Note: Database metrics are disabled by default and can be enabled by setting the
environment variable `CODER_PROMETHEUS_COLLECT_DB_METRICS` to `true`.

It is highly recommended to deploy a solution for centralized log collection and
aggregation. The presence of error logs may indicate an underscaled deployment
of Coder, necessitating action from operators.

## Autoscaling

We generally do not recommend using an autoscaler that modifies the number of
coderd replicas. In particular, scale down events can cause interruptions for a
large number of users.

Coderd is different from a simple request-response HTTP service in that it
services long-lived connections whenever it proxies HTTP applications like IDEs
or terminals that rely on websockets, or when it relays tunneled connections to
workspaces. Loss of a coderd replica will drop these long-lived connections and
interrupt users. For example, if you have 4 coderd replicas behind a load
balancer, and an autoscaler decides to reduce it to 3, roughly 25% of the
connections will drop. An even larger proportion of users could be affected if
they use applications that use more than one websocket.
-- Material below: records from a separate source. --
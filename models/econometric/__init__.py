"""Econometric models: regressions of counts, amounts and links."""
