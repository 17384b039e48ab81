"""A model in a package of its own is found through its entry point; a broken one is reported, no more."""

from __future__ import annotations

import importlib
import sys
from pathlib import Path

import pytest

from steelyard.benchmark import run, study_from_text
from steelyard.benchmark.cli import main
from steelyard.datasets import RegistrationError
from steelyard.models import model_registry

MODULE = '''
from dataclasses import dataclass
from typing import ClassVar

from steelyard.models.econometric.poisson import PoissonModel


@dataclass(frozen=True)
class Doubled(PoissonModel):
    """A Poisson under another name."""

    name: ClassVar[str] = "doubled"


class NotAModel:
    pass
'''
POINTS = """
[steelyard.models]
doubled = wharf_models:Doubled
not_a_model = wharf_models:NotAModel
missing = wharf_no_such_module:Thing
poisson = wharf_models:Doubled
"""


@pytest.fixture
def wharf(tmp_path: Path, monkeypatch: pytest.MonkeyPatch) -> Path:
    """An installed distribution `wharf` with one good model, two broken ones and a clash."""
    site = tmp_path / "site"
    about = site / "wharf-1.0.dist-info"
    about.mkdir(parents=True)
    (site / "wharf_models.py").write_text(MODULE)
    (about / "METADATA").write_text("Metadata-Version: 2.1\nName: wharf\nVersion: 1.0\n")
    (about / "entry_points.txt").write_text(POINTS)
    monkeypatch.syspath_prepend(str(site))
    importlib.invalidate_caches()
    yield site
    sys.modules.pop("wharf_models", None)


@pytest.mark.usefixtures("wharf")
def test_the_good_one_is_used_and_the_others_are_named(capsys) -> None:
    registry = model_registry()
    assert "doubled" in registry.names
    found, broken = registry.load_all()
    assert found["doubled"].name == "doubled"
    reasons = {b.name: b.reason for b in broken}
    assert set(reasons) == {"not_a_model", "missing", "poisson"}
    assert "frozen dataclass" in reasons["not_a_model"]
    assert "wharf_no_such_module" in reasons["missing"]
    assert "already taken by built in" in reasons["poisson"]
    assert found["poisson"].__name__ == "PoissonModel"
    with pytest.raises(RegistrationError, match="the package wharf"):
        registry.get("missing")
    assert main(["models"]) == 0
    said = capsys.readouterr().out
    assert "doubled" in said
    assert said.count("not usable:") == 3


@pytest.mark.usefixtures("wharf")
def test_a_study_runs_with_a_plugin(small_text: str) -> None:
    text = small_text.replace('label = "Poisson"\nmodel = "poisson"', 'label = "Doubled"\nmodel = "doubled"')
    both = text + '[[candidates]]\nlabel = "Poisson"\nmodel = "poisson"\ncovariates = ["distance"]\n'
    results = run(study_from_text(both, folder=Path()), jobs=1, progress=False)
    values = results.candidates.set_index("candidate")["log_likelihood"]
    assert values["Doubled"] == values["Poisson"]
    assert results.n_failed == 0
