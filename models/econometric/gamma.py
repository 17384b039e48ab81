"""Gamma regression of observed flows with a log-linear mean, as a law of the weight given a link."""

from __future__ import annotations

from dataclasses import dataclass
from typing import ClassVar

import numpy as np

from steelyard.datasets import Dyads, Floats
from steelyard.models.contract import Convergence, Family, Holdout, Information, Need, Part, Requirements
from steelyard.models.distributions import GammaLinkLaw
from steelyard.models.estimates import EstimatePart, Estimates
from steelyard.models.gamma_likelihood import Gamma
from steelyard.models.index_likelihood import fit_indices
from steelyard.models.linear_index import LinearIndex, index_estimates, node_pairs, scale_estimate
from steelyard.models.measure import Measure
from steelyard.models.observed_links import observed_links, refuse_exact_flows

__all__ = ["FittedGamma", "GammaModel"]


@dataclass(frozen=True)
class FittedGamma:
    """Weight given a link: gamma with mean exp(index) and variance alpha mean^2."""

    index: LinearIndex
    alpha: float
    estimates: Estimates
    n_parameters: int
    convergence: Convergence
    measure: ClassVar[Measure] = Measure.AMOUNTS

    def expected_weight(self, dyads: Dyads, /) -> Floats:
        return np.exp(self.index.on(dyads))

    def distribution(self, dyads: Dyads, /) -> GammaLinkLaw:
        return GammaLinkLaw(self.expected_weight(dyads), self.alpha)


@dataclass(frozen=True)
class GammaModel:
    """Gamma amounts on observed links, with a log-linear mean and one dispersion.

    Parameters
    ----------
    covariates : names of the covariates that enter the log of the mean beside a constant
    """

    covariates: tuple[str, ...]

    name: ClassVar[str] = "gamma"
    family: ClassVar[Family] = Family.ECONOMETRIC
    part: ClassVar[Part] = Part.WEIGHTS
    measure: ClassVar[Measure] = Measure.AMOUNTS
    holdouts: ClassVar[frozenset[Holdout]] = frozenset(Holdout)
    directed: ClassVar[frozenset[bool]] = frozenset({True, False})
    information: ClassVar[Information] = Information.COVARIATES
    requires: ClassVar[Requirements] = Requirements(Need.REQUIRED)
    summary: ClassVar[str] = (
        "Positive flows are gamma with a log-linear mean and a variance that grows with its square. Zeros are "
        "dropped, so it says how heavy a link is and nothing of which links exist. It enters as a density of w."
    )
    formula: ClassVar[str] = (
        "w ~ gamma with mean m and variance alpha m^2 (shape 1 / alpha), log m = constant + sum of slope x "
        "covariate, given a link"
    )
    parameters: ClassVar[str] = "maximum likelihood, slopes and alpha together; covariates + 2, alpha counted"
    caution: ClassVar[str] = (
        "The slopes are consistent whenever the mean is right, but every flow has the same relative weight in "
        "them, so small and poorly measured flows count as much as large ones. With alpha above 1 the density is "
        "infinite at zero, and flows rounded to small units then look more likely than they are."
    )
    sources: ClassVar[str] = (
        "McCullagh & Nelder (1989); Manning & Mullahy (2001); Santos Silva & Tenreyro (2006)"
    )

    def fit(self, dyads: Dyads, /) -> FittedGamma:
        """Maximum likelihood on the observed links among these dyads.

        Raises
        ------
        ModelError : too few links, or the covariates explain every flow exactly
        """
        linked = observed_links(dyads)
        design = linked.design(self.covariates)
        refuse_exact_flows(linked.weights, design, "the gamma law", "alpha")
        found = fit_indices(Gamma(linked.weights), [design, np.ones((len(linked), 1))], node_pairs(linked))
        alpha = scale_estimate(found, 1, "alpha", EstimatePart.DISPERSION)
        return FittedGamma(
            index=LinearIndex.of(found, self.covariates),
            alpha=alpha.value,
            estimates=index_estimates(found, self.covariates, EstimatePart.WEIGHTS) + Estimates((alpha,)),
            n_parameters=found.rank,
            convergence=found.convergence,
        )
The severity of the interruption varies by application. Coder's web terminal,
for example, will reconnect to the same session and continue. So, this should
not be interpreted as saying coderd replicas should never be taken down for any
reason.

We recommend you plan to run enough coderd replicas to comfortably meet your
weekly high-water-mark load, and monitor coderd peak CPU & memory utilization
over the long term, reevaluating periodically. When scaling down (or performing
upgrades), schedule these outside normal working hours to minimize user
interruptions.

### A note for Kubernetes users

When running on Kubernetes on cloud infrastructure (i.e. not bare metal), many
operators choose to employ a _cluster_ autoscaler that adds and removes
Kubernetes _nodes_ according to load. Coder can coexist with such cluster
autoscalers, but we recommend you take steps to prevent the autoscaler from
evicting coderd pods, as an eviction will cause the same interruptions as
described above. For example, if you are using the
[Kubernetes cluster autoscaler](https://kubernetes.io/docs/reference/labels-annotations-taints/#cluster-autoscaler-kubernetes-io-safe-to-evict),
you may wish to set `cluster-autoscaler.kubernetes.io/safe-to-evict: "false"` as
an annotation on the coderd deployment.

## Troubleshooting

If a load test fails or if you are experiencing performance issues during
day-to-day use, you can leverage Coder's [Prometheus metrics](../prometheus.md)
to identify bottlenecks during scale tests. Additionally, you can use your
existing cloud monitoring stack to measure load, view server logs, etc.